Some of the dreams I had when I was younger had him as this red-eyed demon looking bigfoot thing that chased me all over.  If I was in a car he would flip the car; if I was running he would be right behind me.  In other dreams I would see him (even a piece of him) and that would be the end of the dream, aka instant wake-up usually with a scream.  Then in the last dream (about half a year ago) I was at my uncle's old property (He's been dead since before I was born and the property is just a few miles from where I live) and as I was standing by a fence I had the sudden urge to look behind me.  Then as my wonderful luck would have it, bigfoot walk out from behind a pine tree, turned to me, and proceeded to walk at me with his hand reaching for me.  At about the time his hand reached my face I woke up.  This time his eyes were way too big for his head (the size and shape of small footballs) and the iris of each eye was dark brown.

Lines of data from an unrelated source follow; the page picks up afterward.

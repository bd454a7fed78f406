"""Area review for local agencies: what a proposed test area's streets run past, and when.

For each area (a polygon of a GeoJSON or GeoPackage file) the review clips the tagged network
to the polygon in the network's projected CRS and reports:

* the length of its network, by exposure band, inside each category's influence, by speed
  band, and the crossings per km; the exposure sources inside the area or within a category's
  radius of it;
* the hot spots (street segments with the most exposure, and why) and the clusters of adjacent
  high-band streets;
* under the profile's hard rules, the km closed in each hour of a typical week and whether the
  streets left open still form one strongly connected network (at the hour with the most
  closed km, at a chosen time, and with nothing closed);
* optional what-ifs: the same figures with a rule switched off (or put in force at all hours)
  or a category weight changed.

Lengths
-------
``network_km`` counts **directed edges**: each direction of a two-way street counts once, so a
100 m two-way street adds 0.2 km (the length a vehicle may drive). ``centreline_km`` counts
each street once. The clipped length of an edge is its ``length`` times the share of its
geometry inside the polygon (projected CRS), so an edge wholly inside counts exactly its
network length.

Hours
-----
Hour ``h`` (0 = Monday 00:00-01:00, 167 = Sunday 23:00-24:00) is in the network's local time
zone. An edge is closed in an hour when any hard rule covering it is in force at any minute of
that hour.
"""

from __future__ import annotations

import dataclasses
import logging
import math
import re
from collections.abc import Callable, Iterable, Sequence
from dataclasses import dataclass, field
from pathlib import Path
from typing import TYPE_CHECKING, Any

import geopandas as gpd
import networkx as nx
import numpy as np
import pandas as pd
import pyogrio
import shapely
from shapely import STRtree
from shapely.geometry.base import BaseGeometry

from routerisk import CAUTION, __version__
from routerisk._cli_text import WHAT_IF_HELP  # also shown by review --help
from routerisk.analysis.scoring import rules_in_force
from routerisk.errors import InputFileError, OptionError
from routerisk.io.atomic import (
    atomic_directory,
    check_target,
    dumps_json,
    provenance,
    write_text_atomic,
)
from routerisk.network.tagging import CROSSING_SNAP_M
from routerisk.profile import DAYS, MAX_FACTOR, MINUTES_PER_WEEK, Profile
from routerisk.render import report

if TYPE_CHECKING:  # pragma: no cover - typing only
    import folium

    from routerisk.network.folder import Network

log = logging.getLogger(__name__)

KPH_PER_MPH = 1.609344
#: Speed bands (upper bound in mph, inclusive; label). Speeds are the edges' ``speed_kph``.
SPEED_BANDS_MPH = (
    (25.0, "<= 25 mph", "le25mph"),
    (35.0, "26-35 mph", "26to35mph"),
    (45.0, "36-45 mph", "36to45mph"),
    (math.inf, "> 45 mph", "gt45mph"),
)
HOURS_PER_WEEK = 168
#: Clipped pieces shorter than this (m) are boundary touches, not streets in the area.
MIN_CLIP_M = 1e-3
#: Map colour of the hot-spot halo (distinct from every band and category colour).
HOTSPOT_COLOUR = "#111111"
LENGTH_BASIS = (
    "network_km and every km figure count directed edges: each direction of a two-way street "
    "counts once (what a vehicle may drive); centreline_km counts each street once."
)
HOUR_BASIS = (
    "closed_km_by_hour has 168 values, hour 0 = Monday 00:00-01:00 local time of the network; "
    "an edge is closed in an hour if any hard rule covering it is in force at any minute of "
    "that hour. exposure_by_hour applies each category's time profile, and the baseline's "
    "and the crossings' time profiles when the profile gives them (hour means of the "
    "minute multipliers)."
)
INFLUENCE_BASIS = (
    "km_in_influence = clipped length x the edge's share of length inside the category's "
    "influence (infl_<category>, measured on the whole edge)."
)


# ---------------------------------------------------------------------------------- areas


@dataclass(frozen=True)
class Area:
    """One proposed test area, projected to the network's CRS."""

    name: str
    index: int
    geometry: BaseGeometry
    source: str
    field: str


def _first_line(exc: BaseException) -> str:
    text = str(exc).strip()
    return text.splitlines()[0] if text else type(exc).__name__


def read_areas(path: str | Path, *, crs: Any) -> list[Area]:
    """Read the polygons of an area file and project them to ``crs``.

    Parameters
    ----------
    path
        GeoJSON or GeoPackage (first layer) of Polygon or MultiPolygon features. A feature's
        ``name`` property names the area (default ``area-<n>``, n from 1). The file's CRS is
        used (GeoJSON without one is WGS 84).
    crs
        The network's projected CRS.

    Returns
    -------
    list of Area
        In file order.

    Raises
    ------
    InputFileError
        The file is missing, unreadable or empty, or a feature (``features[i]``, from 0) has
        an empty, non-polygonal or invalid geometry, or two areas share a name.
    """
    p = Path(path)
    if not p.is_file():
        raise InputFileError("area file not found", path=p)
    if p.stat().st_size == 0:
        raise InputFileError("the area file is empty (0 bytes)", path=p)
    try:
        layers = pyogrio.list_layers(p)
        layer = str(layers[0][0]) if len(layers) else None
        if len(layers) > 1:
            log.warning("%s has %d layers; reading the first, %r", p, len(layers), layer)
        gdf = pyogrio.read_dataframe(p, layer=layer)
    except Exception as exc:  # noqa: BLE001 - GDAL raises several kinds
        raise InputFileError(f"cannot read the area file ({_first_line(exc)})", path=p) from exc
    if not isinstance(gdf, gpd.GeoDataFrame) or gdf.geometry.name not in gdf:
        raise InputFileError("the file has no geometry", path=p, field="geometry")
    if len(gdf) == 0:
        raise InputFileError("the file holds no area (no features)", path=p, field="features")
    if gdf.crs is None:
        log.info("%s states no CRS; reading it as WGS 84 (EPSG:4326)", p)
        gdf = gdf.set_crs("EPSG:4326")
    names = gdf["name"] if "name" in gdf.columns else pd.Series([None] * len(gdf))
    for i, geom in enumerate(gdf.geometry):
        where = f"features[{i}].geometry"
        if geom is None or geom.is_empty:
            raise InputFileError("empty geometry; an area needs a polygon", path=p, field=where)
        if geom.geom_type not in ("Polygon", "MultiPolygon"):
            raise InputFileError(
                f"must be a Polygon or MultiPolygon, got {geom.geom_type}", path=p, field=where
            )
        if not shapely.is_valid(geom):
            reason = re.sub(r"\[", " at [", shapely.is_valid_reason(geom), count=1)
            raise InputFileError(f"invalid polygon: {reason}", path=p, field=where)
    projected = gdf.geometry.to_crs(crs)
    out: list[Area] = []
    seen: dict[str, int] = {}
    for i, (geom, raw_name) in enumerate(zip(projected, names, strict=True)):
        where = f"features[{i}].geometry"
        bounds = np.asarray(geom.bounds, dtype=float)
        if not np.isfinite(bounds).all():
            raise InputFileError(
                "coordinates cannot be projected to the network's CRS (out of range?)",
                path=p,
                field=where,
            )
        if not shapely.is_valid(geom):  # projection rarely bends a ring onto itself
            geom = shapely.make_valid(geom)
            geom = shapely.union_all(
                [g for g in shapely.get_parts(geom) if g.geom_type in ("Polygon", "MultiPolygon")]
            )
        name = (
            ""
            if raw_name is None or (isinstance(raw_name, float) and math.isnan(raw_name))
            else str(raw_name).strip()
        )
        name = name or f"area-{i + 1}"
        if name in seen:
            raise InputFileError(
                f"area name {name!r} is used twice (also features[{seen[name]}])",
                path=p,
                field=f"features[{i}].properties.name",
            )
        seen[name] = i
        out.append(Area(name, i, geom, str(p), where))
    log.info("read_areas read %d areas from %s", len(out), p)
    return out


# -------------------------------------------------------------------------------- what-ifs


@dataclass(frozen=True)
class Change:
    """One change of a what-if: ``rule`` (value ``off`` / ``on``) or ``weight`` (a number)."""

    kind: str
    target: str
    value: str | float
    spec: str


@dataclass(frozen=True)
class WhatIf:
    """A scenario: changes applied together to a copy of the profile."""

    label: str
    changes: tuple[Change, ...]
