r"""Laplace-domain solution of a passive tree: input and transfer impedance at any complex s.

A tree (:class:`cabletheory.tree.Tree`) with membrane properties and tip conditions is a
:class:`PassiveTree`. Each piece is a uniform cylinder of diameter d, length ℓ; with
:math:`q = \sqrt{1 + s\tau}` (principal branch, Re q ≥ 0), :math:`\tau = R_m C_m`, its
characteristic admittance is :math:`G_\infty q` and its electrotonic length in the Laplace
domain :math:`u = qL`, :math:`L = \ell/\lambda`, because the membrane admittance per area is
:math:`(1 + s\tau)/R_m`. Two passes over the pieces give everything (Butz & Cowan 1974;
Koch & Poggio 1985; Holmes 1986):

* **tips inward**: a piece loaded at its distal node by :math:`Y_L` has input admittance

  .. math:: Y_{in} = G_\infty q\,\frac{Y_L + G_\infty q\tanh u}{G_\infty q + Y_L\tanh u}

  (:math:`G_\infty q\coth u` at a killed tip); a node's load is the sum of its children's
  :math:`Y_{in}` plus the tip conductance; the root adds the soma, :math:`G_S(1 + s\tau_S)`;
* **root outward**: the admittance looking back towards the root from each node, so that the
  total admittance at every node, and with it the input impedance :math:`Z_{vv} = 1/Y_{tot}`,
  is known; and the voltage ratio across each piece in each direction,

  .. math:: \frac{V_{far}}{V_{near}} = \frac{1}{\cosh u + (Y_{far}/G_\infty q)\sinh u}
            = \frac{G_\infty q\,\mathrm{sech}\,u}{G_\infty q + Y_{far}\tanh u},

  with :math:`Y_{far}` the admittance beyond the far node, away from the piece. The transfer
  impedance from node a to node b is :math:`Z_{aa}` times the ratios along the path; it is
  reciprocal, :math:`Z_{ab} = Z_{ba}`.

Only tanh, sech = 2e^{-u}/(1 + e^{-2u}) and products of ratios of modulus ≤ 1 appear, so nothing
overflows for long pieces or large |s|. Sites inside a piece are handled by cutting the piece
there (exact: a cut cylinder is two cylinders, a cut frustum two frusta); pieces of zero length are
contracted into their parent node.

**Eigenvalues** (:mod:`cabletheory.tree_modes`). The decay rates :math:`1/\tau_n` of the tree are
counted, not searched for:
with :math:`s = -\lambda` real, the number of rates below λ is the number of negative pivots of
the tips-inward elimination plus, for every piece, the number of its rates with both ends held
at rest, :math:`\#\{n \ge 1: (1 + (n\pi/L)^2)/\tau < \lambda\}` (Wittrick & Williams 1971,
recalled from memory [MEM]). Bisection on that integer count brackets every rate, multiple ones
included, with no poles to step over; a rate is seen at the root when the root admittance
vanishes there, and its residue follows from the root admittance's slope.

**Frusta** (tapered pieces) use the exact two-port of the tapered cable equation, modified Bessel
functions of order 1 and 2 (:func:`cabletheory.tree.frustum_transfer`) with every argument
multiplied by q, in exponentially scaled form; the general two-port formulas
:math:`Y_{in} = (T_{21} + T_{22}Y_L)/(T_{11} + T_{12}Y_L)` replace the symmetric ones there. For
counting, a frustum's own rates with both ends at rest have no closed form, so frusta are first
cut short enough that none of them has such a rate below the largest rate counted (a Rayleigh
bound, :math:`\mu_1 \ge d_{min}^2\pi^2/(c\,d_{max}\ell^2)`); cutting a frustum changes nothing else.
The model is passive, linear and uniform within each piece (:data:`cabletheory.PASSIVE_CAVEAT`).

References
----------
Butz EG & Cowan JD (1974) Biophys. J. 14:661 [ButzCowan1974] (transient potentials in
dendritic systems).
Koch C & Poggio T (1985) J. Neurosci. Methods 12:303 [KochPoggio1985] (Laplace-domain recursion
on trees).
Holmes WR (1986) Biol. Cybern. 55:115 [Holmes1986] (transients in branched trees by Laplace
transforms).
Wittrick WH & Williams FW (1971) Q. J. Mech. Appl. Math. 24:263 [WittrickWilliams1971] (counting
eigenvalues of a structure from its dynamic stiffness) [MEM].
Squire W & Trapp G (1998) SIAM Rev. 40:110 [SquireTrapp1998] (complex-step derivative).
"""

from __future__ import annotations

import math
import threading
from collections.abc import Sequence
from dataclasses import dataclass, replace
from typing import Any

import numpy as np
from numpy.typing import ArrayLike, NDArray

from .cable import length_constant, semi_infinite_input_conductance
from .case import end_from_word
from .errors import InputError
from .tree import Tree
from .tree_sites import (
    Site,
    _check_site,
    node_sites,
    root_site,
    site_at,
    site_on_branch,
    sites_along,
)

__all__ = [
    "PassiveTree",
    "Site",
    "input_impedance",
    "node_sites",
    "root_site",
    "site_at",
    "site_on_branch",
    "sites_along",
    "transfer_impedance",
]

Array = NDArray[np.float64]
ComplexArray = NDArray[np.complex128]
IntArray = NDArray[np.int64]

_TAPER_THRESHOLD = 3e-7  # relative end-diameter difference below which a frustum is a cylinder
_CHUNK = 400_000  # pieces × s values per temporary array


# --------------------------------------------------------------------------------------
# the cell and its sites
# --------------------------------------------------------------------------------------
def _per_piece(value: ArrayLike, count: int, name: str) -> Array:
    arr = np.asarray(value, dtype=float).ravel()
    if arr.size == 1:
        arr = np.full(count, float(arr[0]))
    if arr.size != count:
        raise InputError(f"{name}: expected one value or {count} (one per piece), got {arr.size}")
    if not (np.all(np.isfinite(arr)) and np.all(arr > 0)):
        raise InputError(f"{name} must be finite and positive")
    return arr


@dataclass(frozen=True, slots=True)
class PassiveTree:
    """A tree with its membrane, cytoplasm and tip conditions, SI.

    Attributes
    ----------
    tree : the pieces (cylinders or frusta), parents before children
    membrane_resistivity : Rm, Ω·m², one value or one per piece
    axial_resistivity : Ri, Ω·m (uniform)
    membrane_capacitance : Cm, F/m², one value or one per piece
    tips : None (default): each tip as the tree says (``Tree.ends``, sealed unless stated);
        or "sealed", "killed", or a conductance to rest in S (one value for every tip, or an
        array with one value per piece of which only the tips' are used; inf = killed)
    soma_membrane_resistivity, soma_membrane_capacitance : the soma's Rm and Cm; default the
        dendrites' (which must then be one value)
    """

    tree: Tree
    membrane_resistivity: float | Array
    axial_resistivity: float
    membrane_capacitance: float | Array
    tips: str | float | Array | None = None
    soma_membrane_resistivity: float | None = None
    soma_membrane_capacitance: float | None = None

    def __post_init__(self) -> None:
        n = len(self.tree)
        if n == 0:
            raise InputError(f"{self.tree.source}: the tree has no pieces")
        _per_piece(self.membrane_resistivity, n, "membrane_resistivity")
        _per_piece(self.membrane_capacitance, n, "membrane_capacitance")
        ri = float(self.axial_resistivity)
        if not (math.isfinite(ri) and ri > 0):
            raise InputError(f"axial_resistivity must be finite and positive, got {self.axial_resistivity!r}")
        self.tip_conductances()  # validates the tip words
        if self.tree.soma_area is not None:
            self.soma_constants()

    def tip_conductances(self) -> Array:
        """Conductance (S) from each piece's distal node to rest: 0 sealed, inf killed (tips only)."""
        n = len(self.tree)
        tip = _tips(self.tree.parents)
        if self.tips is None:
            return np.where(tip, self.tree.tip_conductances(), 0.0)
        if isinstance(self.tips, str):
            word = end_from_word(self.tips)
            if word is None:
                raise InputError(f"tips must be 'sealed', 'killed' or a conductance in S, got {self.tips!r}")
            value = np.full(n, word)
        else:
            value = np.asarray(self.tips, dtype=float).ravel()
            if value.size == 1:
                value = np.full(n, float(value[0]))
            if value.size != n:
                raise InputError(f"tips: expected one conductance or {n} (one per piece), got {value.size}")
            if np.any(np.isnan(value)) or np.any(value < 0):
                raise InputError("tip conductances must be >= 0 S (inf for a killed tip)")
        return np.where(tip, value, 0.0)

    def soma_constants(self) -> tuple[float, float]:
        """(G_S in S, τ_S in s) of the lumped soma; (0, 0) without a soma."""
        if self.tree.soma_area is None:
            return 0.0, 0.0
        rm, cm = self.soma_membrane_resistivity, self.soma_membrane_capacitance
        for name, given, default in (("soma_membrane_resistivity", rm, self.membrane_resistivity),
                                     ("soma_membrane_capacitance", cm, self.membrane_capacitance)):
            if given is None and np.asarray(default).size != 1:
                raise InputError(f"{name} is needed when the dendrites' value varies from piece to piece")
        rm_s = float(np.asarray(self.membrane_resistivity).ravel()[0]) if rm is None else float(rm)
        cm_s = float(np.asarray(self.membrane_capacitance).ravel()[0]) if cm is None else float(cm)
        if not (math.isfinite(rm_s) and rm_s > 0 and math.isfinite(cm_s) and cm_s > 0):
            raise InputError("the soma's membrane resistivity and capacitance must be finite and positive")
        return self.tree.soma_area / rm_s, rm_s * cm_s

    @property
    def time_constants(self) -> Array:
        """τ = Rm·Cm of each piece, s."""
        n = len(self.tree)
        return (_per_piece(self.membrane_resistivity, n, "membrane_resistivity")
                * _per_piece(self.membrane_capacitance, n, "membrane_capacitance"))


def _tips(parents: IntArray) -> NDArray[np.bool_]:
    has_child = np.zeros(len(parents), dtype=bool)
    p = np.asarray(parents)
    has_child[p[p >= 0]] = True
    return ~has_child


# --------------------------------------------------------------------------------------
# the network: pieces cut at the sites, zero lengths contracted
# --------------------------------------------------------------------------------------
@dataclass(frozen=True, slots=True)
class _Network:
    parents: IntArray  # parent piece, -1 root; node k+1 is the distal node of piece k, node 0 the root
    electrotonic: Array  # L of each piece
    g_inf: Array  # S
    tau: Array  # s
    shunt: Array  # S, conductance to rest at each piece's distal node (tips)
    killed: NDArray[np.bool_]  # distal node held at rest
    soma_conductance: float
    soma_tau: float
    nodes: IntArray  # node of each requested site
    levels: tuple[IntArray, ...]  # pieces by depth, root side first (each a run of consecutive pieces)
    depth: IntArray  # depth of each node (root 0)
    parent_node: IntArray  # node at the proximal end of each piece
    tapered: IntArray  # pieces that are frusta (the rest are cylinders)
    lengths: Array  # m, of the tapered pieces
    proximal: Array  # m, proximal diameter of the tapered pieces
    distal: Array  # m, distal diameter of the tapered pieces
    membrane_resistivity: Array  # Ω·m², of the tapered pieces
    axial_resistivity: float  # Ω·m
    spans: tuple[tuple[int, int], ...] = ()  # (first, end) of each level's pieces, root side first
    # per level, the positions within it of its killed tips and of its frusta (None: there are none)
    level_killed: tuple[IntArray | None, ...] = ()
    level_frusta: tuple[IntArray | None, ...] = ()
    fingerprint: bytes = b""  # digest of everything the solution depends on (not the sites' nodes)

    @property
    def size(self) -> int:
        return int(self.parents.size)
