def convergence(errors: ArrayLike, spacings: ArrayLike, steps: ArrayLike, scheme: str) -> Convergence:
    """Observed orders of convergence in space and time from several runs.

    Runs sharing a time step and differing in Δx give the order in space; runs sharing Δx
    and differing in Δt give the order in time (the largest such group is used). When every
    run changes both, the order is reported against Δx ("joint"), and the expected value is
    ``min(p_x, p_t·k)`` where Δt ∝ Δx^k across the runs.

    Parameters
    ----------
    errors : max abs error of each run, V (any consistent measure)
    spacings : Δx of each run, m (nan when unknown)
    steps : Δt of each run, s (nan when unknown)
    scheme : "backward-euler" or "crank-nicolson" (sets the expected time order)
    """
    e = np.asarray(errors, dtype=float)
    dx = np.asarray(spacings, dtype=float)
    dt = np.asarray(steps, dtype=float)
    if not (e.shape == dx.shape == dt.shape) or e.ndim != 1:
        raise InputError("errors, spacings and steps need one value per run")
    if e.size < 2:
        raise InputError("an observed order needs at least two runs")
    if np.any(~np.isfinite(e)) or np.any(e <= 0):
        raise InputError("every run's error must be finite and positive to estimate an order")
    p_space, p_time = cp.expected_order(scheme)
    estimates: list[OrderEstimate] = []
    for axis, fixed, varying, expected in (("space", dt, dx, p_space), ("time", dx, dt, p_time)):
        best: NDArray[np.int64] | None = None
        for group in _groups(fixed):
            distinct = np.unique(varying[group][np.isfinite(varying[group])])
            if distinct.size >= 2 and (best is None or group.size > best.size):
                best = group[np.isfinite(varying[group])]
        if best is None and np.all(np.isnan(fixed)) and np.all(np.isfinite(varying)) \
                and np.unique(varying).size >= 2 and axis == "space" and np.all(np.isnan(dt)):
            best = np.arange(e.size)  # only Δx known: assume Δt fixed or negligible
        if best is None and np.all(np.isnan(fixed)) and np.all(np.isfinite(varying)) \
                and np.unique(varying).size >= 2 and axis == "time" and np.all(np.isnan(dx)):
            best = np.arange(e.size)
        if best is not None:
            observed = _slope(varying[best], e[best])
            verdict, note = _verdict(observed, expected)
            estimates.append(OrderEstimate(axis, observed, float(expected), tuple(int(i) for i in best),
                                           verdict, note))
    if not estimates and np.all(np.isfinite(dx)) and np.all(np.isfinite(dt)) and np.unique(dx).size >= 2:
        k = _slope(dx, dt) if np.unique(dt).size >= 2 else 0.0
        joint_expected = min(p_space, p_time * k) if k > 0 else p_space
        observed = _slope(dx, e)
        verdict, note = _verdict(observed, joint_expected)
        estimates.append(OrderEstimate("joint", observed, float(joint_expected), tuple(range(e.size)), verdict,
                                       f"Δx and Δt refined together (Δt ∝ Δx^{k:.2g}); {note}"))
    if not estimates:
        raise InputError("cannot estimate an order: give each run's Δx and/or Δt (they must differ "
                         "between runs), e.g. with --dx and --dt or '# dx = 25 um' lines in the files")
    return Convergence(errors=e, spacings=dx, steps=dt, scheme=scheme, estimates=tuple(estimates))
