# --------------------------------------------------------------------------------------
# truncation bounds
# --------------------------------------------------------------------------------------
def tail_bound(first_excluded: int | ArrayLike, normalised_time: ArrayLike, electrotonic_length: float, *,
               kind: str = "step", origin: str = "sealed", rate: float = 0.0) -> Array:
    r"""Rigorous bound on the modes ``n >= first_excluded`` of a series, per time T (an array of
    counts broadcasts against the times: :func:`cabletheory.truncation.modes_needed` tries several
    counts in one call).

    With :math:`a_n` the branch lower bounds (:math:`\alpha_n \ge a_n \ge 1/L` for n ≥ 1), the
    residue bound :math:`|r_n| \le 4/L`, and the integral test for decreasing terms on a lattice
    of spacing π/L,

    .. math:: \sum_{n\ge N} c(\alpha_n)e^{-(1+\alpha_n^2)T}
              \le c(a_N)e^{-(1+a_N^2)T} + \frac{L}{\pi}\int_{a_N}^\infty c(\alpha)e^{-(1+\alpha^2)T}d\alpha

    ``kind``:

    * ``"impulse"``: :math:`c = 4/L`; integral :math:`\le (4/L)e^{-T}\sqrt\pi\,\mathrm{erfc}(a\sqrt T)/(2\sqrt T)`;
    * ``"step"`` (steady state subtracted): :math:`c = 4/(L(1+\alpha^2))`; the integral is bounded
      by the smaller of :math:`e^{-T}\sqrt\pi\,\mathrm{erfc}(a\sqrt T)/(2\sqrt T(1+a^2))` and
      :math:`\pi/2 - \arctan a` (times 4/L), so it stays finite at T = 0;
    * ``"clamp"``: :math:`c = 4\alpha/(L(1+\alpha^2)) \le (4/L)\min(1/2, 1/\alpha)` (clamped origin,
      :math:`N_n \ge L/4`), a decreasing majorant; it diverges at T = 0 (use images there);
    * ``"smooth"`` (input with bounded derivative after subtracting the quasi-steady state):
      :math:`c = (4/L)\,\mathrm{rate}/(1+\alpha^2)^2`, where ``rate`` bounds |dI/dT| in units of
      the amplitude; integral :math:`\le (4/L)\,\mathrm{rate}/(3a^3)`.
    """
    T = np.asarray(normalised_time, dtype=float)
    L = float(electrotonic_length)
    if np.ndim(first_excluded) == 0:
        N = int(first_excluded)  # type: ignore[arg-type]
        if N < 1:
            raise InputError("tail bounds need first_excluded >= 1")
        a: float | Array = float(branch_lower_bounds(1, L, origin=origin, start=N)[0])
    else:  # several counts at once (a column against a row of times, say): the same lower ends
        counts = np.asarray(first_excluded, dtype=float)
        if np.any(counts < 1):
            raise InputError("tail bounds need first_excluded >= 1")
        a = counts * np.pi / L if origin == "clamped" else np.maximum(0.0, (counts - 0.5) * np.pi / L)
    k = 4.0 / L
    lattice = L / np.pi
    with np.errstate(divide="ignore", invalid="ignore", over="ignore"):
        decay = np.exp(-(1 + a * a) * T)
        if kind == "impulse":
            from scipy.special import erfc

            integral = np.where(T > 0, np.exp(-T) * np.sqrt(np.pi) * erfc(a * np.sqrt(T)) / (2 * np.sqrt(T)),
                                np.inf)
            out = k * (decay + lattice * integral)
        elif kind == "step":
            from scipy.special import erfc

            gaussian = np.where(T > 0, np.exp(-T) * np.sqrt(np.pi) * erfc(a * np.sqrt(T))
                                / (2 * np.sqrt(T) * (1 + a * a)), np.inf)
            integral = np.minimum(gaussian, np.pi / 2 - np.arctan(a))
            out = k * (decay / (1 + a * a) + lattice * integral)
        elif kind == "clamp":
            # α/(1+α²) ≤ min(1/2, 1/α), which decreases; ∫ e^{-α²T}/α ≤ e^{-a²T}/(2Ta²) for a ≥ 1
            m = np.maximum(a, 1.0)
            integral = np.where(T > 0, np.exp(-T) * (np.maximum(0.0, 1.0 - a) / 2
                                                     + np.exp(-m * m * T) / (2 * T * m * m)), np.inf)
            out = k * (np.minimum(0.5, 1.0 / a) * decay + lattice * integral)
        elif kind == "smooth":
            out = k * rate * (1.0 / (1 + a * a) ** 2 + lattice / (3 * a**3)) * np.ones_like(T)
        else:
            raise InputError(f"unknown tail kind {kind!r}")
    return out
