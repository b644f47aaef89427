"""The tree view: open a morphology, audit Rall's conditions, reduce to an equivalent cylinder; the
exact time course at chosen points of the tree and its electrotonic map.

Three output panels share one form: the audit (outline, verdict, equivalent cable), the time course
(:mod:`cabletheory.tui.tree_panels`) and the electrotonic map. A keystroke computes the panel shown
only, in a worker; the others catch up when shown."""

from __future__ import annotations

import threading
from pathlib import Path
from typing import TYPE_CHECKING, ClassVar

from rich.text import Text
from textual import work
from textual.app import ComposeResult
from textual.binding import Binding, BindingType
from textual.containers import Horizontal, Vertical, VerticalScroll
from textual.coordinate import Coordinate
from textual.widget import Widget
from textual.widgets import (
    Checkbox,
    ContentSwitcher,
    DataTable,
    Input,
    Label,
    RadioButton,
    RadioSet,
    Static,
    Tab,
    Tabs,
    Tree,
)
from textual.worker import get_current_worker

from .fields import DEMO_SWC, TREE_FIELDS, bundled_morphologies, charging_fields_used
from .keys import key_label
from .tree_fields import PANELS, TIME_FIELDS, TREE_STIMULUS_GROUP
from .widgets import (
    CaseChoices,
    ChoiceSet,
    CurvePlot,
    OneFileForm,
    QuantityField,
    QuantityList,
    shared_text,
    stimulus_form,
    waiting_message,
)

if TYPE_CHECKING:  # pragma: no cover
    from textual.timer import Timer
    from textual.widgets.tree import TreeNode

    from ..tree import Tree as Morphology  # the core's tree; Tree here is the outline widget
    from .format import OutlineNode
    from .forms import TreeSetup
    from .report import Report
    from .tree_panels import MapSetup, TimeSetup

PREFIX = "tr-"
BUSY_AFTER = 0.25  # s: a result still on its way after this is announced in the panel's border
_SPECS = {spec.name: spec for spec in TREE_FIELDS}
_TIME_SPECS = {spec.name: spec for spec in TIME_FIELDS}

I can watch specials of bigfoot on TV and it doesn't effect me.  Then there may be one photo or one video that will send me into a shaking fit because it reminds me of the nightmares.  That's only happened once or twice, though the one that happened last kept me shaking most of the night (probibly because I figured it would lead to dreams of bigfoot).  Nothing except these nightmares ever make me as afraid for no reason at all.

There are other dreams I had of him during my childhood, but I can't remember much about them.  Just the red eyed monster bigfoot, the brown-eyed reacher, and various other appearances.  I feel stupid for being afraid, especially after all the dreams and the fact I know I'm not going to get hurt because it is a dream.  Yet here they continue to this day though not very often thank goodness.  Any ideas on my case?

----------


## Greylorn

I also failed to mention it's a paralyzing fear in some of the dreams.  I can't move or speak until I wake up.  Really freaks me out, but I guess that's what makes it a nightmare.  Can roland and I be the only ones with dreams like these?   I assume not, but wouldn't that be interesting if only a few people in the world do have these dreams?  Oh well... guess no one has any thoughts.

----------


## kafine

I have only ever once had a bigfoot dream (actually, it was a yeti, but they are simelar!). 

It's one of those things that freaks people out. Someting that's *almost human*. Like some people are scared of chimpanzees.

I don't get dreams about this kind of thing, but I do have trouble getting to sleep if I see a Bigfoot or a yeti or some kind of proto-human. Even if it didn't scare me at the time. Something under the surface is intensely unnerved.


Watching Danny Wallace's Hoax Files recently changed my thoughts about bigfoot. He went and spoke to the guy who was in the gorrilla suit that was in the famous bigfoot footage. He then got into a gorrilla suit and minced along. Takes a bit of the reality out of something scary!

----------